The government’s decision to freeze housing benefit rates next year, leaving private tenants facing financial hardship, has been labelled “nonsensical”.
Although the move not to uprate Local Housing Allowance (LHA) wasn’t announced in yesterday’s Budget, it has been confirmed by Work and Pensions Secretary Liz Kendall.
NRLA policy director Chris Norris (main image) believes it doesn’t make sense to provide support for housing costs that bear no resemblance to rents as they actually are. “Coupled with tax hikes on the supply of homes to rent, announcements today will make it hardest of all for those claiming benefits to access and sustain tenancies in the rented sector,” says Norris.
The benefit was frozen from 2020 until former chancellor Jeremy Hunt tweaked it in his Autumn Statement last year to cover the bottom 30% of market rents from April.

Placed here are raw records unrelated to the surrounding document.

static double
report_results (EffluxFigure *figure,
                cairo_t      *cr,
                double        y)
{
  const EffluxDossier *d = figure->dossier;
  static const char *cols[] = { "lobe", "kind", "mass_msun", "momentum_msun_kms", "energy_erg", "vmax_kms",
                                "rmax_au", "tdyn_yr", "mdot_msun_yr", "force_msun_kms_yr", "lmech_lsun" };
  static const char *heads[] = { "lobe", "kind", "M (M<sub>\xe2\x98\x89</sub>)", "P (M<sub>\xe2\x98\x89</sub> km/s)",
                                 "E (erg)", "v<sub>max</sub> (km/s)", "r<sub>max</sub> (au)", "t<sub>dyn</sub> (yr)",
                                 "\xe1\xb9\x80 (M<sub>\xe2\x98\x89</sub>/yr)", "F (M<sub>\xe2\x98\x89</sub> km/s/yr)",
                                 "L<sub>mech</sub> (L<sub>\xe2\x98\x89</sub>)" };
  g_autoptr (GError) error = NULL;
  EffluxMeasureResult *result = figure_measure (figure, &error);
  double w = A4_W_PT - 2 * REPORT_MARGIN;
  GString *a = g_string_new (NULL);
  g_autofree char *amark = NULL;

  if (result == NULL)
    {
      g_autofree char *esc = escape (error->message);
      g_autofree char *markup = g_strdup_printf ("<i>Not measured: %s</i>", esc);

      y += paragraph (cr, REPORT_MARGIN, y, w, 9.0, markup, TRUE) + 10.0;
    }
  else
    {
      /* Column starts: lobe and kind narrower, the force column wider. */
      static const double weight[] = { 1.0, 0.7, 1.0, 1.2, 1.0, 1.0, 1.0, 0.9, 1.0, 1.35, 0.85 };
      double colx[G_N_ELEMENTS (cols)], total = 0.0, acc = 0.0;

      for (guint c = 0; c < G_N_ELEMENTS (cols); c++)
        total += weight[c];
      for (guint c = 0; c < G_N_ELEMENTS (cols); c++)
        {
          colx[c] = REPORT_MARGIN + acc / total * w;
          acc += weight[c];
        }
      for (guint c = 0; c < G_N_ELEMENTS (cols); c++)
        text_at (cr, colx[c], y, 0.0, 0.0, FONT_PT, 0, heads[c]);
      y += 12.0;
      set_ink (cr);
      cairo_move_to (cr, REPORT_MARGIN, y);
      cairo_rel_line_to (cr, w, 0);
      cairo_stroke (cr);
      y += 3.0;
      for (guint r = 0; r < result->rows->len; r++)
        {
          const EffluxMeasureRow *row = g_ptr_array_index (result->rows, r);

          for (guint c = 0; c < G_N_ELEMENTS (cols); c++)
            {
              g_autofree char *value = cell (row, cols[c]);
              g_autofree char *esc = NULL;
              double number;

              if (c >= 2 && *value != '\0')
                {
                  number = g_ascii_strtod (value, NULL);
                  g_free (value);
                  value = g_strdup_printf ("%.3g", number);
                }
              esc = escape (value);
              text_at (cr, colx[c], y, 0.0, 0.0, FONT_PT, 0, esc);
            }
          y += 10.0;
        }
      set_ink (cr);
      cairo_move_to (cr, REPORT_MARGIN, y);
      cairo_rel_line_to (cr, w, 0);
      cairo_stroke (cr);
      y += 6.0;
      for (guint r = 0; r < result->rows->len; r++)
        {
          const EffluxMeasureRow *row = g_ptr_array_index (result->rows, r);

          if (row->is_total)
            continue;
          g_string_append_printf (a, "%s: noise 1\xcf\x83 of M %.2g M\xe2\x98\x89", row->lobe, row->mass_err);
          if (isfinite (row->pct[EFFLUX_MQ_MASS][0]))
            g_string_append_printf (a, "; Monte Carlo M 16\xe2\x80\x93" "84%%: %.3g\xe2\x80\x93%.3g M\xe2\x98\x89",
                                    row->pct[EFFLUX_MQ_MASS][0], row->pct[EFFLUX_MQ_MASS][2]);
          if (isfinite (row->hidden_mass_msun))
            g_string_append_printf (a, "; hidden low-velocity mass (reported, not added) %.3g M\xe2\x98\x89",
                                    row->hidden_mass_msun);
          g_string_append (a, ".\n");
        }
      for (guint i = 0; i < result->notes->len; i++)
        g_string_append_printf (a, "Note: %s\n", (const char *) g_ptr_array_index (result->notes, i));
      if (a->len > 0)
        {
          g_autofree char *esc = escape (a->str);

          y += paragraph (cr, REPORT_MARGIN, y, w, SMALL_PT, esc, TRUE) + 10.0;
        }
      g_string_truncate (a, 0);
    }

  /* The assumptions the numbers rest on. */
  text_at (cr, REPORT_MARGIN, y, 0.0, 0.0, 10.0, 0, "<b>Assumptions</b>");
  y += 16.0;
  g_string_append_printf (a, "Distance %.0f pc", d->distance_pc);
  if (d->distance_err_pc > 0)
    g_string_append_printf (a, " \xc2\xb1 %.0f pc", d->distance_err_pc);
  g_string_append_printf (a, "; v_sys %.2f km/s; inclination %s", d->vsys_kms,
                          efflux_inclination_mode_name (d->inclination_mode));
  if (d->inclination_mode == EFFLUX_INCLINATION_FIXED)
    g_string_append_printf (a, " %.1f\xc2\xb0", d->inclination_deg);
  else if (d->inclination_mode == EFFLUX_INCLINATION_RANGE)
    g_string_append_printf (a, " %.1f\xe2\x80\x93%.1f\xc2\xb0", d->inclination_range_deg[0],
                            d->inclination_range_deg[1]);
  g_string_append_printf (a, ".\nLTE with T_ex %.1f K", d->tex_k);
  if (isfinite (d->tex_range_k[0]))
    g_string_append_printf (a, " (Monte Carlo %.1f\xe2\x80\x93%.1f K)", d->tex_range_k[0], d->tex_range_k[1]);
  g_string_append_printf (a, ", T_bg %.4g K; [CO/H\xe2\x82\x82] %.3g", d->tbg_k, d->co_abundance);
  if (isfinite (d->co_abundance_range[0]))
    g_string_append_printf (a, " (Monte Carlo %.3g\xe2\x80\x93%.3g)", d->co_abundance_range[0],
                            d->co_abundance_range[1]);
  g_string_append_printf (a, "; \xc2\xb9\xc2\xb2" "C/\xc2\xb9\xc2\xb3" "C %.0f; mean mass per H\xe2\x82\x82 %.2f m_H; "
                          "opacity %s", d->isotope_ratio, d->mass_per_h2, efflux_opacity_method_name (d->opacity));
  if (d->opacity == EFFLUX_OPACITY_FIXED)
    g_string_append_printf (a, " (\xcf\x84 = %.3g)", d->tau);
  g_string_append_printf (a, "; clip %.3g \xcf\x83; Monte Carlo samples %u, seed %" G_GUINT64_FORMAT ".\n",
                          d->clip_sigma, d->mc_samples, d->mc_seed);
  for (guint i = 0; i < d->cubes->len; i++)
    {
      const EffluxDossierCube *dc = g_ptr_array_index (d->cubes, i);

      g_string_append_printf (a, "Cube %s: %s, %s, %s, beam efficiency %.3g, rms %s.\n", dc->id, dc->path,
                              dc->line_name != NULL ? dc->line_name : "line guessed",
                              dc->role == EFFLUX_CUBE_ROLE_TRACER ? "tracer"
                              : dc->role == EFFLUX_CUBE_ROLE_ISOTOPOLOGUE ? "isotopologue" : "context",
                              dc->beam_efficiency, isfinite (dc->rms_k) ? "given" : "estimated");
    }
  g_string_append (a, "These numbers rest on uncertain assumptions (excitation temperature, abundance, opacity, "
                      "inclination, flux missed by the observation); the Monte Carlo spread covers only the "
                      "ranges given above.");
  amark = escape (a->str);
  g_string_free (a, TRUE);
  y += paragraph (cr, REPORT_MARGIN, y, w, 8.0, amark, TRUE);
  return y;
}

However, sharply rising private rents have led to them significantly outstripping the LHA cap, meaning that almost every group within the PRS has argued that the gap has become so great that it has been driving homelessness.
Paul Kissack (pictured), chief executive of the Joseph Rowntree Foundation, says the Chancellor’s actions won’t be enough to fix the foundations for millions who struggle in devastating hardship.
“It’s deeply worrying that we haven’t seen changes to social security that will seriously bring down hardship,” he adds. “In particular, private renters will feel let down by the choice to keep Local Housing Allowance frozen meaning that it will become further out of step with local rent levels, which have soared in recent years.”
The charity’s research found renters would be £243 worse off in 2025/26 and £703 poorer by the end of parliament in 2029 if LHA remains frozen. That would see 50,000 private renters in poverty, including 30,000 children, over the next five years, the organisation claims.